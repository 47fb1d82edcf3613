"""Plain-text tables of delta-check archives (width ladder, from-finite comparison, validity map), units in every header."""

from __future__ import annotations

from typing import TYPE_CHECKING

if TYPE_CHECKING:
    import xarray as xr

import json

import numpy as np

from fdsolver.report._common import label, name_of, notes_of, run_header, title_of, units_of

ORDINAL = {0: "ground", 1: "first excited", 2: "second excited"}


def _g(v, fmt=".6g") -> str:
    return "-" if v is None or not np.isfinite(v) else format(float(v), fmt)


def _head(ds) -> list[str]:
    a = ds.attrs
    lines = [title_of(ds), run_header(ds)]
    params = json.loads(a.get("params", "{}"))
    lines.append(f"deviation = (E_finite - E_point) / |E_point|, "
                 f"tolerance {a.get('tolerance'):.1e}" + ("; params: " + ", ".join(f"{name_of(k)} = {v:.10g}" for k, v in params.items()) if params else ""))
    return lines


def format_delta(ds: xr.Dataset) -> str:
    """The table of any delta-check archive."""
    mode = ds.attrs.get("delta_mode", "replace")
    if mode.endswith("_map"):
        return _format_map(ds)
    return _format_ladder(ds)


def _format_ladder(ds) -> str:
    a = ds.attrs
    eu, lu = units_of(ds, "energy"), units_of(ds, "width")
    lines = _head(ds)
    n_w = ds.sizes["well"]
    wells = ", ".join(f"{name_of(ds.well_name.values[k])} at {ds.well_center.values[k]:.6g} {lu} "
                      f"(alpha {ds.well_strength.values[k]:.6g} {units_of(ds, 'well_strength')})" for k in range(n_w))
    if a.get("delta_mode") == "from_finite":
        lines.append(f"zero-range model of {n_w} finite well(s) ({a.get('well_shapes')}): alpha_j = int |V_j| dx, "
                     f"x_j = centroid; {wells}")
    else:
        lines.append(f"{n_w} point interaction(s) replaced by {a.get('replacement_shape')} wells of the same strength "
                     f"and centroid: {wells}")
        lines.append(f"width = {ds.width.attrs.get('long_name', 'width')}")
    lim = ds.energy_limit.values
    ex_l = ds.exists_limit.values
    n_p = int(ex_l.sum())
    lines.append("point model: " + (f"{n_p} bound state(s): " + ", ".join(
        f"E{k} = {lim[k]:.10g} {eu}" for k in range(ds.sizes['state']) if ex_l[k]) if n_p else "no bound state"))
    for k in range(ds.sizes["state"]):
        dc = ds.critical_separation_limit.values[k]
        if np.isfinite(dc):
            lines.append(f"  point model binds state {k} only for nearest-neighbour separations above {dc:.6g} {lu}")
    if a.get("delta_mode") == "from_finite":
        lines += _from_finite_rows(ds, eu, lu)
    else:
        for k in range(ds.sizes["state"]):
            lines += _state_block(ds, k, eu, lu)
    lines += _count_warnings(ds, lu)
    lines.extend(f"note: {m}" for m in notes_of(ds, "messages"))
    return "\n".join(lines)


def _state_block(ds, k, eu, lu) -> list[str]:
    name = ORDINAL.get(k, f"state {k}")
    lim = ds.energy_limit.values[k]
    lines = ["", f"state {k} ({name}): point model " + (f"E = {lim:.10g} {eu}" if np.isfinite(lim) else "does not bind it")]
    crit = ds.critical_separation.values[:, k]
    show_c = np.isfinite(crit).any()
    kappa = _kappa(ds, lim)
    depth = _depths(ds)
    head = (f"  {'width [' + lu + ']':>13}  {'w*kappa':>8}  {'depth [' + eu + ']':>13}  {'energy [' + eu + ']':>18}  "
            f"{'error [' + eu + ']':>11}  {'E - E_point [' + eu + ']':>20}  {'deviation':>10}  "
            f"{'predicted':>10}" + (f"  {'d_c [' + lu + ']':>11}" if show_c else "") + "  ok")
    lines.append(head)
    for i, w in enumerate(ds.width.values):
        ex = int(ds.exists.values[i, k])
        res = int(ds.resolved.values[i, k])
        e = ds.energy.values[i, k]
        dev = ds.deviation.values[i, k]
        flag = "yes" if ex and res and abs(dev) < ds.attrs["tolerance"] else ("unbound" if not ex else ("NOT RESOLVED" if not res else "no"))
        if not np.isfinite(lim) and ex:
            flag = "finite only"
        row = (f"  {w:13.5g}  {_g(w * kappa, '8.3g'):>8}  {_g(depth[i], '13.5g'):>13}  "
               f"{_g(e, '18.10g') if ex else 'not bound'.rjust(18)}  {_g(ds.energy_error.values[i, k], '11.2e'):>11}  "
               f"{_g(e - lim if ex else np.nan, '20.4e'):>20}  "
               f"{_g(dev, '10.3e'):>10}  {_g(ds.predicted_deviation.values[i, k], '10.3e'):>10}")
        if show_c:
            row += f"  {_g(crit[i], '11.6g'):>11}"
        lines.append(row + f"  {flag}")
    a_fit, a_pred = ds.law_coefficient.values[k], ds.predicted_coefficient.values[k]
    iu = units_of(ds, "law_coefficient")
    if np.isfinite(a_fit) or np.isfinite(a_pred):
        lines.append(f"  leading order: deviation = a * width, a = {_g(a_fit, '.5g')} {iu} fitted (log-log slope "
                     f"{_g(ds.law_exponent.values[k], '.3f')}); first-order prediction a = {_g(a_pred, '.5g')} {iu}")
    code = int(ds.validity_flag.values[k])
    v = ds.validity_width.values[k]
    tol = ds.attrs["tolerance"]
    text = {
        0: f"valid (|deviation| < {tol:.1e}) for widths up to {_g(v, '.4g')} {lu}",
        1: f"valid (|deviation| < {tol:.1e}) over the whole ladder, widths up to at least {_g(v, '.4g')} {lu}",
        2: f"NOT valid: |deviation| >= {tol:.1e} already at the narrowest resolved width"
           + (f" (leading order suggests widths below {tol / a_pred:.3g} {lu})" if np.isfinite(a_pred) and a_pred > 0 else ""),
        3: "the point model does not bind this state: no validity width",
        4: f"valid up to at least {_g(v, '.4g')} {lu}; beyond it the state is lost or not resolved",
        5: "",
        6: "no width of the ladder could be resolved: no validity width (see the notes)",
    }[code]
    if text:
        lines.append("  " + text)
    bw = ds.binding_width.values[k]
    if np.isfinite(bw):
        lines.append(f"  the finite wells {'unbind' if np.isfinite(lim) else 'bind'} this state at width {bw:.6g} {lu}")
    return lines


def _from_finite_rows(ds, eu, lu) -> list[str]:
    lines = ["", f"{'state':>5}  {'finite [' + eu + ']':>18}  {'error [' + eu + ']':>11}  {'zero-range [' + eu + ']':>18}  "
             f"{'deviation':>10}  {'predicted':>10}  {'d_c finite [' + lu + ']':>16}  {'d_c zero-range [' + lu + ']':>20}"]
    for k in range(ds.sizes["state"]):
        ex, ex_l = int(ds.exists.values[0, k]), int(ds.exists_limit.values[k])
        lines.append(
            f"{k:5d}  {(_g(ds.energy.values[0, k], '18.10g') if ex else 'not bound'):>18}  {_g(ds.energy_error.values[0, k], '11.2e'):>11}  "
            f"{(_g(ds.energy_limit.values[k], '18.10g') if ex_l else 'not bound'):>18}  {_g(ds.deviation.values[0, k], '10.3e'):>10}  "
            f"{_g(ds.predicted_deviation.values[0, k], '10.3e'):>10}  {_g(ds.critical_separation.values[0, k], '16.6g'):>16}  "
            f"{_g(ds.critical_separation_limit.values[k], '20.6g'):>20}")
    dev = np.abs(ds.deviation.values[0])
    tol = ds.attrs["tolerance"]
    ok = np.isfinite(dev) & (dev < tol)
    both = (ds.exists.values[0] > 0) & (ds.exists_limit.values > 0)
    if both.any():
        verdict = "holds" if ok[both].all() else "does NOT hold"
        lines.append(f"the zero-range model {verdict} to {tol:.1e} for the states both models bind")
    return lines


def _count_warnings(ds, lu) -> list[str]:
    n_p = int(ds.exists_limit.values.sum())
    counts = ds.exists.values.sum(axis=1).astype(int)
    out = []
    diff = np.flatnonzero(counts != n_p)
    if diff.size:
        w = ds.width.values
        where = ", ".join(f"{w[i]:.4g}" for i in diff[:8]) + (" ..." if diff.size > 8 else "")
        out.append("")
        out.append(f"WARNING: the models disagree on the number of bound states: the point model binds {n_p}, "
                   f"the finite wells bind {', '.join(str(c) for c in counts[diff][:8])} at width(s) {where} {lu}")
        out.append("         (a state the finite wells lose is marked 'unbound' in its table; see its critical separation)")
    else:
        out.append("")
        every = " at every width" if ds.sizes["width"] > 1 else ""
        out.append(f"both models bind {n_p} state(s){every}")
    return out


def _format_map(ds) -> str:
    a = ds.attrs
    ax = json.loads(a["map_axes"])
    eu = units_of(ds, "energy")
    lines = _head(ds)
    what = (f"{a.get('replacement_shape')} wells replacing the points" if a["delta_mode"] == "replace_map"
            else "the case's finite wells against their zero-range model")
    fixed = "" if not np.isfinite(a.get("replacement_width", np.nan)) else f", width {a['replacement_width']:.6g}"
    lines.append(f"validity map of {what}{fixed}: {label(ds, ax[0])} x {label(ds, ax[1])}, "
                 f"{ds.sizes[ax[0]]} x {ds.sizes[ax[1]]} points, energies in {eu}")
    solved = ds.solved.values > 0
    if ds.overlap.values.any():
        lines.append(f"{int(ds.overlap.values.sum())} points with overlapping wells were not solved")
    tol = a["tolerance"]
    lines.append(f"{'state':>5}  {'|dev| min':>10}  {'|dev| max':>10}  {'within tol':>10}  {'point only':>10}  "
                 f"{'finite only':>11}  {'unresolved':>10}")
    for k in range(ds.sizes["state"]):
        dev = np.abs(ds.deviation.values[:, :, k])[solved]
        ex = ds.existence.values[:, :, k][solved]
        good = np.isfinite(dev)
        unres = int(((ds.resolved.values[:, :, k][solved] == 0) & (ex & 2 > 0)).sum())
        lines.append(f"{k:5d}  {_g(dev[good].min() if good.any() else np.nan, '10.3e'):>10}  "
                     f"{_g(dev[good].max() if good.any() else np.nan, '10.3e'):>10}  "
                     f"{int((dev[good] < tol).sum()):>10d}  {int((ex == 1).sum()):>10d}  {int((ex == 2).sum()):>11d}  {unres:>10d}")
    if "width" in ax:
        lines += _width_rows(ds, ax, tol)
    if ((ds.existence.values == 1) | (ds.existence.values == 2)).any():
        lines.append("WARNING: the models disagree on which states exist in part of the plane "
                     "('point only' / 'finite only' above; hatched in the figure)")
    lines.extend(f"note: {m}" for m in notes_of(ds, "messages")[:20])
    return "\n".join(lines)


def _width_rows(ds, ax, tol) -> list[str]:
    """Per value of the other axis: the validity width of each state (largest width valid at all narrower ones)."""
    other = ax[1] if ax[0] == "width" else ax[0]
    w = ds.width.values
    lines = [f"{label(ds, 'width', 'validity width')} per {other} (largest width with |deviation| < {tol:.1e} at it and "
             "all narrower widths):",
             f"{label(ds, other):>14}" + "".join(f"  {'state ' + str(k):>12}" for k in range(ds.sizes["state"]))]
    dev = ds.deviation.transpose(other, "width", "state").values
    for i, v in enumerate(ds[other].values):
        row = f"{v:14.6g}"
        for k in range(ds.sizes["state"]):
            good = np.isfinite(dev[i, :, k]) & (np.abs(dev[i, :, k]) < tol)
            if not good[0]:
                cell = "none" if np.isfinite(dev[i, 0, k]) else "unbound"
            elif good.all():
                cell = f">={w[-1]:.4g}"
            else:
                cell = f"{w[int(np.argmin(good)) - 1]:.4g}"
            row += f"  {cell:>12}"
        lines.append(row)
    return lines


def _kappa(ds, energy) -> float:
    """Decay constant sqrt(m |E| / (hbar^2/2m_e)) of a point-model level (1/length; nan if unknown)."""
    m, c = ds.attrs.get("particle_mass"), ds.attrs.get("hbar2_2me")
    if m is None or c is None or not np.isfinite(energy):
        return float("nan")
    return float(np.sqrt(float(m) * abs(float(energy)) / float(c)))


def _depths(ds) -> np.ndarray:
    """Depth of the first replacement well at each width (its -V at the centre, energy unit; nan from finite)."""
    shape = ds.attrs.get("replacement_shape", "")
    if ds.attrs.get("delta_mode") != "replace" or not shape:
        return np.full(ds.sizes["width"], np.nan)
    from fdsolver.model.shapes import FINITE_REPLACEMENTS

    alpha = float(ds.well_strength.values[0])
    make = FINITE_REPLACEMENTS[shape]
    return np.array([-float(getattr(make("", 0.0, alpha, float(w)), "amplitude")) for w in ds.width.values])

PROBLEM REQUIREMENTS:
Beginning with the line containing "lines += _count_warnings(ds, lu)" in the material above, copy every line exactly until you have copied the line containing "res = int(ds.resolved.values[i, k])".

YOUR SOLUTION:
    lines += _count_warnings(ds, lu)
    lines.extend(f"note: {m}" for m in notes_of(ds, "messages"))
    return "\n".join(lines)


def _state_block(ds, k, eu, lu) -> list[str]:
    name = ORDINAL.get(k, f"state {k}")
    lim = ds.energy_limit.values[k]
    lines = ["", f"state {k} ({name}): point model " + (f"E = {lim:.10g} {eu}" if np.isfinite(lim) else "does not bind it")]
    crit = ds.critical_separation.values[:, k]
    show_c = np.isfinite(crit).any()
    kappa = _kappa(ds, lim)
    depth = _depths(ds)
    head = (f"  {'width [' + lu + ']':>13}  {'w*kappa':>8}  {'depth [' + eu + ']':>13}  {'energy [' + eu + ']':>18}  "
            f"{'error [' + eu + ']':>11}  {'E - E_point [' + eu + ']':>20}  {'deviation':>10}  "
            f"{'predicted':>10}" + (f"  {'d_c [' + lu + ']':>11}" if show_c else "") + "  ok")
    lines.append(head)
    for i, w in enumerate(ds.width.values):
        ex = int(ds.exists.values[i, k])
        res = int(ds.resolved.values[i, k])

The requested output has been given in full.